Tyrades! By Danny Tyree
I know the Bleacher Report website calls March Madness “four 15-minute quarters of stop ‘n’ go action or 67 games of heart-wrenching, plot-twisting, good ol’ fashioned euphoria.” I’ve seen the cartoons of office productivity grinding to a standstill as co-workers scrutinize brackets and make wagers on the games that lead to the naming of a National Collegiate Athletic Association (NCAA) Men’s Division I Basketball Champion.
But the “assists” I hear about from co-workers involve heavy lifting, the “seeds” that my customers care about are for the garden and the “rebounds” my Facebook friends discuss usually involve ill-advised dating decisions. Honestly, outside of the media hysteria, I really don’t hear that much about the supposedly ubiquitous annual hoops phenomenon.
I know the NCAA has reached a 14-year, $11 billion deal with CBS Sports and Turner Sports for tournament coverage, and I know that streaming downloads of the games are extremely popular; but I still feel the NCAA needs to ensure the future of March Madness by subtly broadening its appeal.
Laid-back outdoorsmen need something to make them feel comfortable with fast-paced action in crowded gyms. I know: NBA scouts could be shown tranquilizing and tagging the players they like. An air ball could be renamed a “didn’t even nearly git ‘r done.” And the definition of “double dribble” could be changed to mean that a player is using both Skoal and Red Man tobaccos simultaneously.
Are enough geeks interested in the Sweet Sixteen? Reach out to them by offering both man-to-man defense and “Twilight Zone” defense. (“Stewardess, I’m not imagining this! There’s a gremlin on the backboard!”)
Many find the idea of a merely “national” championship provincial, jingoistic and even xenophobic. The NCAA could tear down borders by announcing, “If anyone gives birth inside the three-point line, we guarantee the baby a slot in the 2031 Elite Eight.”
NASCAR enthusiasts would pay more attention to March Madness if the balls were plastered with Tide and Valvoline decals. (“Forget layups and jump shots! We want them to run laps!”)
TV coverage of the tournament always preempts some of the CBS crime procedurals. Something needs to be done to court disgruntled fans. Maybe when the winners take apart the net, they could also take apart the referee.

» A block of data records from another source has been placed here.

def pick_peaks(
    spectrum: Spectrum,
    *,
    min_snr: float = 8.0,
    max_peaks: int = 50,
    min_relative: float = 0.01,
    baseline: str = "rolling",
    window_cm1: float = 500.0,
    smooth_cm1: float = 2.0,
    min_separation_cm1: float = 4.0,
    broad_fwhm_cm1: float = 80.0,
    broad_fwhm_low_cm1: float = 60.0,
    broad_split_cm1: float = 2500.0,
    saturation_t: float = 0.01,
) -> PeakList:
    """The bands of a full spectrum as a :class:`~reflib.spectrum.PeakList`.

    Parameters
    ----------
    spectrum:
        Absorbance or transmittance spectrum (cm-1 ascending).
    min_snr:
        A band's prominence must be at least this many times the noise measured in the spectrum.
    max_peaks:
        Keep at most this many bands, the highest first.
    min_relative:
        Drop bands whose baseline-corrected height is below this fraction of the strongest.
    baseline:
        ``"rolling"``, ``"als"`` or ``"none"``, see :func:`baseline`.
    window_cm1:
        Baseline window in cm-1: bands narrower than this are kept whole.
    smooth_cm1:
        FWHM in cm-1 of the Gaussian smoothing applied before picking (0 for none).
    min_separation_cm1:
        Of two maxima closer than this (cm-1), only the higher is a band.
    broad_fwhm_cm1, broad_fwhm_low_cm1, broad_split_cm1:
        A band is flagged broad when its FWHM exceeds ``broad_fwhm_cm1`` above
        ``broad_split_cm1`` cm-1, or ``broad_fwhm_low_cm1`` below it.
    saturation_t:
        Transmittance (0..1) at or below which a band of a transmittance spectrum is saturated.

    Returns
    -------
    PeakList
        Positions (cm-1, sub-grid), relative heights (0..1), FWHM (cm-1), strength words,
        broad flags, shoulder flags. ``meta`` is a copy of the spectrum's, with
        ``meta.extra['saturated']`` listing the positions (cm-1, comma-separated) of flat-topped
        bands and ``meta.extra['holes']`` the cut opaque ranges, when there are any.

    Example
    -------
    >>> x = np.linspace(400.0, 4000.0, 3601)
    >>> band = lambda centre, sd: np.exp(-0.5 * ((x - centre) / sd) ** 2)
    >>> y = band(1715.3, 6.0) + 0.3 * band(2950.0, 8.0)
    >>> pl = pick_peaks(Spectrum(x, y))
    >>> [round(float(p), 1) for p in pl.positions], pl.strengths
    ([1715.3, 2950.0], ['vs', 'm'])
    """
    _check_options(
        min_snr=min_snr,
        window_cm1=window_cm1,
        min_separation_cm1=min_separation_cm1,
        broad_fwhm_cm1=broad_fwhm_cm1,
        broad_fwhm_low_cm1=broad_fwhm_low_cm1,
        broad_split_cm1=broad_split_cm1,
    )
    if not (isinstance(max_peaks, (int, np.integer)) and max_peaks >= 1):
        raise ValidationError(f"max_peaks must be a whole number of at least 1, got {max_peaks!r}")
    if not (np.isfinite(min_relative) and 0 <= min_relative < 1):
        raise ValidationError(f"min_relative must be in 0..1, got {min_relative!r}")
    if not (np.isfinite(smooth_cm1) and smooth_cm1 >= 0):
        raise ValidationError(
            f"smooth_cm1 must be 0 or a positive width in cm-1, got {smooth_cm1!r}"
        )
    if not (np.isfinite(saturation_t) and 0 < saturation_t < 1):
        raise ValidationError(f"saturation_t must be a transmittance in 0..1, got {saturation_t!r}")
    if baseline not in BASELINE_METHODS:
        raise ValidationError(
            f"unknown baseline method {baseline!r}; expected one of {', '.join(BASELINE_METHODS)}"
        )

    meta = copy.deepcopy(spectrum.meta)
    empty = PeakList(np.zeros(0), np.zeros(0), meta=meta)
    from_t = spectrum.y_kind == "transmittance"
    absorb = spectrum.to_absorbance()
    x, a = uniform_grid(absorb.x, absorb.y)
    if x.size < 5:
        return empty
    step = float(x[1] - x[0])

    # Saturated runs known before the baseline: the level rule, and for transmittance input the
    # plateau near the chart's or instrument's floor. Opaque ones (wide, or reaching an end of
    # the data) are holes: cut out with their walls, never bridged by the baseline.
    runs = saturated_runs(a, from_transmittance=from_t, saturation_t=saturation_t)
    if from_t:
        _, t_grid = uniform_grid(spectrum.x, spectrum.y)
        if float(np.min(t_grid)) > saturation_t:  # a floor above the level: stray light
            runs = _merge_runs(runs, floor_runs(t_grid))
    ranges = _opaque_ranges(spectrum.meta.prep)
    opaque = _is_opaque(runs, x, step, ranges)
    cut, holes = _cut_holes(a, runs[opaque], step)
    band_runs = runs[~opaque]

    corrected = np.zeros_like(a)
    for lo_i, hi_i in true_runs(~cut):
        if hi_i - lo_i >= 5:
            edges = (lo_i > 0, hi_i < x.size)

            if baseline == "rolling" and any(edges):
                corrected[lo_i:hi_i] = a[lo_i:hi_i] - _rolling_baseline(
                    a[lo_i:hi_i], step, window_cm1, window_cm1 / 2.0, edges
                )
            else:
                corrected[lo_i:hi_i] = a[lo_i:hi_i] - _baseline_for(
                    a[lo_i:hi_i], x[lo_i:hi_i], baseline, window_cm1
                )
    sigma_pts = smooth_cm1 / (2.0 * np.sqrt(2.0 * np.log(2.0))) / step
    if sigma_pts > 0.3:
        ys = filters1d.gaussian_filter1d(corrected, sigma_pts, mode="nearest")
        gain = _noise_gain(sigma_pts)
    else:
        ys, gain, sigma_pts = corrected.copy(), 1.0, 0.0

    # Noise of the smoothed trace; per point for transmittance input, sigma_A = sigma_T / (T ln 10).
    span = float(np.ptp(ys))
    if span <= 0:
        return empty
    raw_noise = np.full(
        x.size, max(estimate_noise(a[~cut] if (~cut).sum() > 10 else a), 1e-6 * span)
    )
    if from_t:
        sigma_t = estimate_noise(t_grid)
        t_floor = np.clip(t_grid, max(saturation_t, MIN_TRANSMITTANCE), None)
        raw_noise = np.maximum(raw_noise, sigma_t / (np.log(10.0) * t_floor))
    noise = raw_noise * gain

    if not from_t:
        smooth_a = filters1d.gaussian_filter1d(a, sigma_pts) if sigma_pts > 0 else a
        tops = flat_tops(smooth_a, ys, 4.0 * float(noise.min()))
        if tops.size:
            tops = tops[[not cut[s:e].any() for s, e in tops]]
        band_runs = _merge_runs(band_runs, tops)
    margin = max(1, int(np.ceil(3 * sigma_pts)))
    for start, stop in band_runs:
        lo, hi = max(0, start - margin), min(x.size, stop + margin)
        ys[lo:hi] = np.max(ys[lo:hi])
    # No band is reported within the smoothing's reach of a cut (the smoothed trace mixes the
    # cut's zeros in there), so that edge is not measured either: the reported holes include
    # it, and the comparison does not score a reference band there as absent.
    near_cut = _dilate(cut, margin + 1)
    holes = [tuple(r) for r in true_runs(near_cut)] if holes else []
    ys[cut] = 0.0

    distance = max(1, int(round(min_separation_cm1 / step)))
    idx, props = find_peaks(ys, prominence=min_snr * float(noise.min()), distance=distance)
    keep = (props["prominences"] >= min_snr * noise[idx]) & ~near_cut[idx]
    idx = idx[keep]

    # Sub-grid position: vertex of the parabola through the top three points.
    frac, heights = _vertex(ys, idx)

    # One band per flat top, at its centre.
    saturated = np.zeros(idx.size, bool)
    keep = np.ones(idx.size, bool)
    for start, stop in band_runs:
        inside = np.flatnonzero((idx >= start - margin) & (idx < stop + margin))
        if inside.size == 0:
            continue
        first = inside[np.argmax(heights[inside])]
        keep[inside] = False
        keep[first] = True
        frac[first] = 0.5 * (start + stop - 1)
        saturated[first] = True
    keep &= heights > 0  # a maximum below the baseline is not a band
    idx, frac, heights, saturated = idx[keep], frac[keep], heights[keep], saturated[keep]

    # Shoulders and bands on the flank of a stronger one, from the second derivative.
    busy = near_cut.copy()
    for start, stop in band_runs:
        busy[max(0, start - margin) : stop + margin] = True
    s_idx, s_frac, s_shoulder, s_fwhm, s_height = derivative_bands(
        ys, raw_noise, sigma_pts, step, idx, distance, busy, smooth_cm1=D2_SMOOTH_CM1, snr=D2_SNR
    )
    # Prominence against the local envelope, held to the same min_snr as any other band.
    s_keep = s_height >= min_snr * noise[s_idx]
    s_idx, s_frac, s_shoulder, s_fwhm, s_height = (
        s_idx[s_keep],
        s_frac[s_keep],
        s_shoulder[s_keep],
        s_fwhm[s_keep],
        s_height[s_keep],
    )
    if idx.size + s_idx.size == 0:
        return empty

    fwhm = _fwhm(ys, x, idx, heights, frac) if idx.size else np.zeros(0)
    smooth_fwhm = sigma_pts * step * 2.0 * np.sqrt(2.0 * np.log(2.0))
    fwhm = np.sqrt(np.maximum(fwhm**2 - smooth_fwhm**2, 0.25 * fwhm**2))
    frac = np.concatenate([frac, s_frac])
    heights = np.concatenate([heights, s_height])
    fwhm = np.concatenate([fwhm, s_fwhm])
    saturated = np.concatenate([saturated, np.zeros(s_idx.size, bool)])
    # Every band found only in the derivative is flagged a shoulder (with no maximum of its own,
    # or with only a shallow dip beside a stronger band, as "sh" is used in band lists): shown,
    # but left out of the comparison (see reflib.analysis.encode.comparable_peaks).
    shoulder = np.concatenate([np.zeros(idx.size, bool), np.ones(s_idx.size, bool)])
    positions = np.interp(frac, np.arange(x.size, dtype=float), x)

    # Broad bands beneath sharp ones (the H-bonded O-H under a terminal alkyne's C-H), which
    # have no maximum of their own: from an opening of the trace (reflib.signal.pedestal).
    limit = np.where(positions > broad_split_cm1, broad_fwhm_cm1, broad_fwhm_low_cm1)
    wide = np.nan_to_num(fwhm, nan=0.0) > limit
    b_pos, b_h, b_w = broad_beneath(
        x, ys, float(noise.min()), positions, wide & ~shoulder, min_snr=min_snr
    )
    if b_pos.size:
        # a broad shoulder the second derivative found on the same band is superseded
        gone = np.zeros(positions.size, bool)
        for centre, width in zip(b_pos.tolist(), b_w.tolist()):
            gone |= wide & shoulder & (np.abs(positions - centre) <= width / 2.0)
        if gone.any():
            keep = ~gone
            positions, heights, fwhm = positions[keep], heights[keep], fwhm[keep]
            saturated, shoulder, limit = saturated[keep], shoulder[keep], limit[keep]
        # a sharp band standing on a broad one: its own width, measured above the envelope
        on = np.zeros(positions.size, bool)
        for centre, width in zip(b_pos.tolist(), b_w.tolist()):
            on |= np.abs(positions - centre) <= width / 2.0
        on &= ~(np.nan_to_num(fwhm, nan=0.0) > limit)
        if on.any():
            own = widths_above(x, ys, positions[on])
            own = np.sqrt(np.maximum(own**2 - smooth_fwhm**2, 0.25 * own**2))
            fwhm[on] = np.fmin(fwhm[on], own)
        positions = np.concatenate([positions, b_pos])
        heights = np.concatenate([heights, b_h])
        fwhm = np.concatenate([fwhm, b_w])
        saturated = np.concatenate([saturated, np.zeros(b_pos.size, bool)])
        shoulder = np.concatenate([shoulder, np.zeros(b_pos.size, bool)])

    order = np.argsort(-heights, kind="stable")
    top = heights[order[0]]
    if top <= 0:
        return empty
    order = order[heights[order] >= min_relative * top][:max_peaks]
    positions, heights, fwhm, saturated, shoulder = (
        positions[order],
        heights[order],
        fwhm[order],
        saturated[order],
        shoulder[order],
    )
    rel = heights / top
    limit = np.where(positions > broad_split_cm1, broad_fwhm_cm1, broad_fwhm_low_cm1)
    broad = np.nan_to_num(fwhm, nan=0.0) > limit
    if saturated.any():
        meta.extra["saturated"] = ", ".join(f"{p:.1f}" for p in np.sort(positions[saturated]))
    if holes:
        meta.extra["holes"] = format_holes([(float(x[i]), float(x[j - 1])) for i, j in holes])
    return PeakList(
        positions,
        rel,
        widths=fwhm,
        strengths=[strength_word(float(r)) for r in rel],
        broad=broad,
        shoulder=shoulder,
        meta=meta,
    )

Let’s get more talk radio fans fired up about the championship. Give us comments like “There’s no such thing as a FREE THROW. The players need to pull themselves up by their own Nike straps” and “Duke has a lot invested in the sophomore players, but they would do better to invest in gold bullion.”
Some short people are turned off of by the accolades heaped on beanpole basketball players. Perhaps a few well-chosen words could level the playing field. (“Jefferson is on track to win the Associated Press Most Outstanding Player award and sign with the Lakers – but on a humorous note, if he contracts osteoporosis, he will likely lose three or four inches of his stature.”)
If the NCAA really wants to go for the niche audience, they should have the color commentators pander to the folks at the controversial Westboro Baptist Church. (“Lawson may be missing so many shots because his grandmother died yesterday or because he partied with Charlie Sheen last night – but more likely, it’s because of gays in the military!”)
©2011 Danny Tyree. Danny welcomes reader e-mail responses at email@example.com. Danny’s’ weekly column is distributed exclusively by Cagle Cartoons Inc. newspaper syndicate. For info on using columns please email Cari Dawson Bartley at firstname.lastname@example.org or call 800 696 7561.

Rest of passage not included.